Official Website Organisasi Perempuan Muslim Ahmadiyah

Shafiyah binti Huyay ra – Keturunan para Nabi dan Berhati Mulia

Shafiyah

Beliau berasal dari Bani Nadhir. Shafiyah adalah putri Huyay bin Akhthab, pemimpin suku Yahudi Khaibar, salah satu Bani Israel yang bermukim disekitar Madinah.

Shafiyyah binti Huyay bin Akhtab bin Sa’yah bin Amir bin Ubaid bin Kaab bin al-Khazraj bin Habib bin Nadhir bin al-Kham bin Yakhurn, termasuk keturunan Harun bin Imran bin Qahits bin Lawi bin Israel bin Ishaq bin Ibrahim.

Sejak masih muda, Shafiyah sudah gemar akan ilmu pengetahuan. Ia banyak mempelajari tentang sejarah Yahudi hingga menemukan fakta dalam kitab Taurat bahwa kelak akan datang seseorang nabi penyempurna agama samawi yang datang dari jazirah Arab.

Ayahnya mengetahui bahwa Muhammad saw adalah nabi yang dimaksud. Namun, ia menyembunyikan fakta ini dari Shafiyah. Kebencian Huyay bin Akhtab dan kaumnya terhadap Rasulullah dibuktikan dengan diingkarinya perjanjian Hudaibiyah serta menghasut kaum Quraisy untuk menyerang kaum muslimin.

Huyay terbunuh di pertempuran ini, hingga Shafiyah hidup sebatang kara. Rasulullah kemudian memberikan pilihan kepada Shafiyyah, apakah ia ingin dimerdekakan dan dikembalikan kepada kaumnya, atau ingin masuk Islam kemudian dinikahkan oleh Rasulullah.

Dengan tegas Shafiyyah menjawab, “Ya Rasulullah, aku telah menyukai Islam dan membenarkanmu sebelum engkau mendakwahiku. Aku tidak meyakini agama Yahudi. Orangtua dan saudara-saudaraku pun telah tiada. Allah dan Rasul-Nya lebih aku sukai dari pada dibebaskan untuk kembali pada kaumku.”

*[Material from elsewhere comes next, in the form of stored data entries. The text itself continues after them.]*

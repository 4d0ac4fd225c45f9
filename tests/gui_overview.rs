//! The Overview view driven headless with egui_kittest: shown first once data are
//! loaded, its flips are the matrix's largest off-diagonal cells, every number opens the
//! view that explains it, and the expected yield is the sum of p_wrong over the suspects
//! a worklist lists, the same figure as the Suspects view's yield plot.
//! Expected values are computed here from the app state, not taken from the view's code.
#![cfg(feature = "gui")]

mod common;

use std::path::Path;

use egui_kittest::kittest::{NodeT, Queryable};
use egui_kittest::Harness;
use flipmend::gui::app::{FlipmendApp, View};
use flipmend::gui::command::Command;
use flipmend::gui::jobs::JobKind;
use flipmend::io::session::Roles;
use flipmend::workflow::worklist::split_budget;

use common::app::{app, app_on_demo_as, settle, state};

/// The demo loaded with `roles`, every job (the Overview's bootstrap included) done.
fn app_on_demo(dir: &Path, roles: Roles) -> Harness<'static, FlipmendApp> {
    let mut h = app_on_demo_as(dir, roles);
    // The frame after the estimate starts the intervals; wait for them too.
    h.run_steps(2);
    settle(&mut h);
    h
}

/// Labels of the widgets whose label contains `part`, in drawing order (AccessKit keeps
/// a plain label's text as its value).
fn labels(h: &Harness<'_, FlipmendApp>, part: &str) -> Vec<String> {
    h.query_all_by_label_contains(part)
        .filter_map(|n| n.accesskit_node().label().or(n.accesskit_node().value()))
        .collect()
}

#[test]
fn before_data_it_says_what_to_do_and_opens_the_data_view() {
    let mut h = app();
    h.run_steps(2);
    assert_eq!(h.state().ui.view(), View::Overview);
    h.get_by_label_contains("No data yet");
    h.get_by_label("Go to the Data view").click();
    h.run_steps(2);
    assert_eq!(h.state().ui.view(), View::Data);
}

#[test]
fn after_a_load_the_overview_lists_the_largest_flips_and_they_open_their_suspects() {
    let dir = tempfile::tempdir().unwrap();
    let mut h = app();
    // Another view is open when the table arrives: the Overview replaces it.
    h.state_mut().ui.view = Some(View::Retrain);
    let demo = flipmend::gui::demo_file(dir.path()).unwrap();
    h.state_mut()
        .push(Command::LoadData(demo, Roles::default()));
    h.run_steps(1);
    settle(&mut h);
    assert_eq!(h.state().ui.view(), View::Overview, "shown after the load");
    // The intervals were started once for this estimate, then arrive.
    h.run_steps(2);
    let started = state(&h).jobs().running(JobKind::Bootstrap).is_some();
    assert!(
        started || state(&h).intervals().is_some(),
        "the bootstrap starts"
    );
    h.get_by_label("computing intervals…");
    // Cancelled, it is not started again for the same estimate; the button starts it.
    h.state_mut().push(Command::Cancel(JobKind::Bootstrap));
    h.run_steps(3);
    assert!(state(&h).jobs().running(JobKind::Bootstrap).is_none());
    assert!(state(&h).intervals().is_none());
    h.get_by_label("intervals after the bootstrap");
    h.get_by_label("Compute intervals").click();
    h.run_steps(1);
    assert!(state(&h).jobs().running(JobKind::Bootstrap).is_some());
    settle(&mut h);
    assert!(state(&h).intervals().is_some());
    h.run_steps(3);
    assert!(
        state(&h).jobs().running(JobKind::Bootstrap).is_none(),
        "not started twice"
    );

    // The five largest off-diagonal cells of the current matrix, largest first.
    let s = state(&h);
    let classes = s.data().unwrap().classes.clone();
    let t = s.editor().unwrap().matrix().clone();
    let k = classes.len();
    let mut cells: Vec<(usize, usize)> = (0..k)
        .flat_map(|i| (0..k).map(move |j| (i, j)))
        .filter(|(i, j)| i != j)
        .collect();
    cells.sort_by(|a, b| t[*b].total_cmp(&t[*a]));
    // The flips, not the section titles that explain them.
    let shown: Vec<String> = labels(&h, " typed as ")
        .into_iter()
        .filter(|l| {
            classes
                .iter()
                .any(|c| l.starts_with(&format!("{c} typed as ")))
        })
        .collect();
    assert_eq!(shown.len(), 5, "{shown:?}");
    for (label, &(i, j)) in shown.iter().zip(&cells[..5]) {
        let words = format!("{} typed as {}: ", classes[i], classes[j]);
        assert!(label.starts_with(&words), "{label} should be {words}…");
        // The cell's value in percent, then its 90 % interval in brackets.
        let value = 100.0 * t[[i, j]];
        let rounded = if value >= 9.5 {
            format!("{value:.0} %")
        } else {
            format!("{value:.1} %")
        };
        assert!(label.contains(&rounded) && label.contains('('), "{label}");
    }

    // Clicking the largest flip opens the Suspects view filtered to it.
    let (i, j) = cells[0];
    h.get_by_label(&shown[0]).click();
    h.run_steps(2);
    assert_eq!(h.state().ui.view(), View::Suspects);
    let s = state(&h);
    assert_eq!(s.settings().observed_filter.as_deref(), Some(&*classes[j]));
    assert_eq!(s.settings().suggested_filter.as_deref(), Some(&*classes[i]));
    let ranking = s.ranking().unwrap();
    let labels_of = &s.data().unwrap().labels;
    assert!(!s.visible().is_empty());
    for &p in s.visible() {
        let row = &ranking.ranked[p as usize];
        assert_eq!((labels_of[row.row], row.suggested), (j, i));
    }
}

#[test]
fn the_yield_is_the_listed_suspects_p_wrong_sum_and_each_number_opens_its_view() {
    let dir = tempfile::tempdir().unwrap();
    let roles = Roles {
        source: Some("station".into()),
        ..Roles::default()
    };
    let mut h = app_on_demo(dir.path(), roles);
    assert_eq!(h.state().ui.view(), View::Overview);
    // The expected yield: Σ p_wrong over the suspects a worklist lists, the top rows of
    // the ranking up to the budget less its control rows.
    let s = state(&h);
    let (suspects, _) = split_budget(s.settings().budget, s.settings().control);
    let ranking = s.ranking().unwrap();
    let expected: f64 = ranking.ranked[..suspects]
        .iter()
        .map(|r| ranking.kind.probability(r.score).unwrap())
        .sum();
    let text = format!(
        "Reviewing the {suspects} suspects a worklist lists should find about {} errors",
        expected.round()
    );
    h.get_by_label(&text);
    // The headline count with its interval, once the bootstrap is in.
    h.get_by_label_contains("are probably mislabelled (an estimate)");
    let interval = labels(&h, "90 % interval:");
    assert_eq!(interval.len(), 1, "{interval:?}");
    // Against the demo's truth (demo-data/recycling_truth.csv, written by its generator,
    // make_demo.py, beside the table): the number of rows whose label is not the true
    // material lies inside the interval the Overview shows.
    let (low, high) = rows_in(&interval[0]);
    let wrong = wrong_labels_of_the_demo();
    assert!(
        low <= wrong && wrong <= high,
        "{wrong} outside {}",
        interval[0]
    );

    // A class's noise rate opens the Flip matrix view, a source the Sources view.
    let (noise, source) = {
        let s = state(&h);
        let t = s.editor().unwrap().matrix();
        let classes = &s.data().unwrap().classes;
        let worst = (0..classes.len())
            .max_by(|&a, &b| t[[b, b]].total_cmp(&t[[a, a]]))
            .unwrap();
        let sources = s.current_sources().unwrap();
        let noisiest = &sources.sources[sources.noisiest_first()[0]].name;
        (
            format!(
                "{}: {:.0} %",
                classes[worst],
                100.0 * (1.0 - t[[worst, worst]])
            ),
            format!("{noisiest}: "),
        )
    };
    let class_link: Vec<String> = labels(&h, &noise)
        .into_iter()
        .filter(|l| l.starts_with(&noise))
        .collect();
    assert!(!class_link.is_empty(), "{noise}");
    h.get_by_label(&class_link[0]).click();
    h.run_steps(2);
    assert_eq!(h.state().ui.view(), View::Matrix);
    go_overview(&mut h);
    let source_link: Vec<String> = labels(&h, &source)
        .into_iter()
        .filter(|l| l.starts_with(&source) && l.contains(" rows"))
        .collect();
    assert_eq!(source_link.len(), 1, "{source}");
    h.get_by_label(&source_link[0]).click();
    h.run_steps(2);
    assert_eq!(h.state().ui.view(), View::Sources);

    // Under a filter the yield is of the worklist the Suspects view would export now:
    // the filtered table's top rows. Its link keeps the filter, and the yield plot
    // there shows the same figure.
    let mut filtered = state(&h).settings().clone();
    let class = state(&h).data().unwrap().classes[0].clone();
    filtered.observed_filter = Some(class.clone());
    h.state_mut().push(Command::Settings(filtered));
    go_overview(&mut h);
    let (rows, expected) = {
        let s = state(&h);
        let (data, ranking) = (s.data().unwrap(), s.ranking().unwrap());
        let of_class: Vec<f64> = ranking
            .ranked
            .iter()
            .filter(|r| data.classes[data.labels[r.row]] == class)
            .take(suspects)
            .map(|r| ranking.kind.probability(r.score).unwrap())
            .collect();
        (of_class.len(), of_class.iter().sum::<f64>())
    };
    let text = format!(
        "Reviewing the {rows} suspects a worklist lists should find about {} errors",
        expected.round()
    );
    h.get_by_label_contains("Only the rows the Suspects view's filters keep are listed.");
    h.get_by_label(&text).click();
    h.run_steps(2);
    assert_eq!(h.state().ui.view(), View::Suspects);
    assert_eq!(state(&h).settings().observed_filter, Some(class));
    h.get_by_label(&format!(
        "expected wrong labels found by reviewing the first {rows} rows of the table (the \
         suspects a worklist lists): about {}",
        expected.round()
    ));
}

/// "90 % interval: 868–1,207 rows (…" → (868, 1207).
fn rows_in(label: &str) -> (usize, usize) {
    let range = label
        .trim_start_matches("90 % interval: ")
        .split(" rows")
        .next()
        .unwrap();
    let (low, high) = range.split_once('–').expect(label);
    let number = |s: &str| s.replace(',', "").parse::<usize>().expect(label);
    (number(low), number(high))
}

/// Rows of the demo table whose label differs from the true material.
fn wrong_labels_of_the_demo() -> usize {
    let root = Path::new(env!("CARGO_MANIFEST_DIR")).join("demo-data");
    let read = |name: &str| std::fs::read_to_string(root.join(name)).unwrap();
    let truth: std::collections::HashMap<String, String> = read("recycling_truth.csv")
        .lines()
        .skip(1)
        .filter_map(|l| l.split_once(','))
        .map(|(id, t)| (id.to_string(), t.trim().to_string()))
        .collect();
    let table = read("recycling.csv");
    let header: Vec<&str> = table.lines().next().unwrap().split(',').collect();
    let label = header.iter().position(|c| *c == "label").unwrap();
    table
        .lines()
        .skip(1)
        .map(|l| l.split(',').collect::<Vec<_>>())
        .filter(|cells| truth[cells[0]] != cells[label])
        .count()
}

fn go_overview(h: &mut Harness<'_, FlipmendApp>) {
    h.get_by_label("Overview").click();
    h.run_steps(2);
    assert_eq!(h.state().ui.view(), View::Overview);
}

Menurut Al-Hafizh Abu Nu’aim, Shafiyyah dikenal sebagai orang yang bertakwa, bersih, dan matanya selalu basah karena menangis. Ibnu Katsir juga turut menuturkan bahwa Shafiyyah adalah seseorang yang sangat menonjol dalam ibadah, kezuhudan, kebaikan, dan shadaqah. Ia juga merupakan istri dari Rasulullah yang sangat tulus dan penuh kejujuran. Selepas kepergian Rasulullah, ia semakin menunjukkan ketakwaan kepada Allah SWT hingga ajal menjemputnya.

Dalam paparan singkat mengenai keteladanan Shafiyyah binti Huya dapat diambil hikmah bahwa menjadi muslimah sejatinya ialah menjadi pembelajar yang baik. Terus menggali ilmu pengetahuan dan menyeimbangkan dengan amalan akhirat merupakan sebuah pencapaian yang sangat bernilai tanpa perlu menyombongkan diri.

Jika Shafiyyah yang pada masanya dapat dipuji sebagai wanita yang sangat cerdas oleh Ibnu Al-Atsir dan An-Nawawi, pada era globalisasi sekarang ini, di mana arus informasi sangat mudah diterima, sudah seharusnya kita sebagai muslimah dapat lebih memperkaya diri dengan ilmu pengetahuan yang didapat dan terus mengupgrade diri dari segi keimanan dan ketakwaan.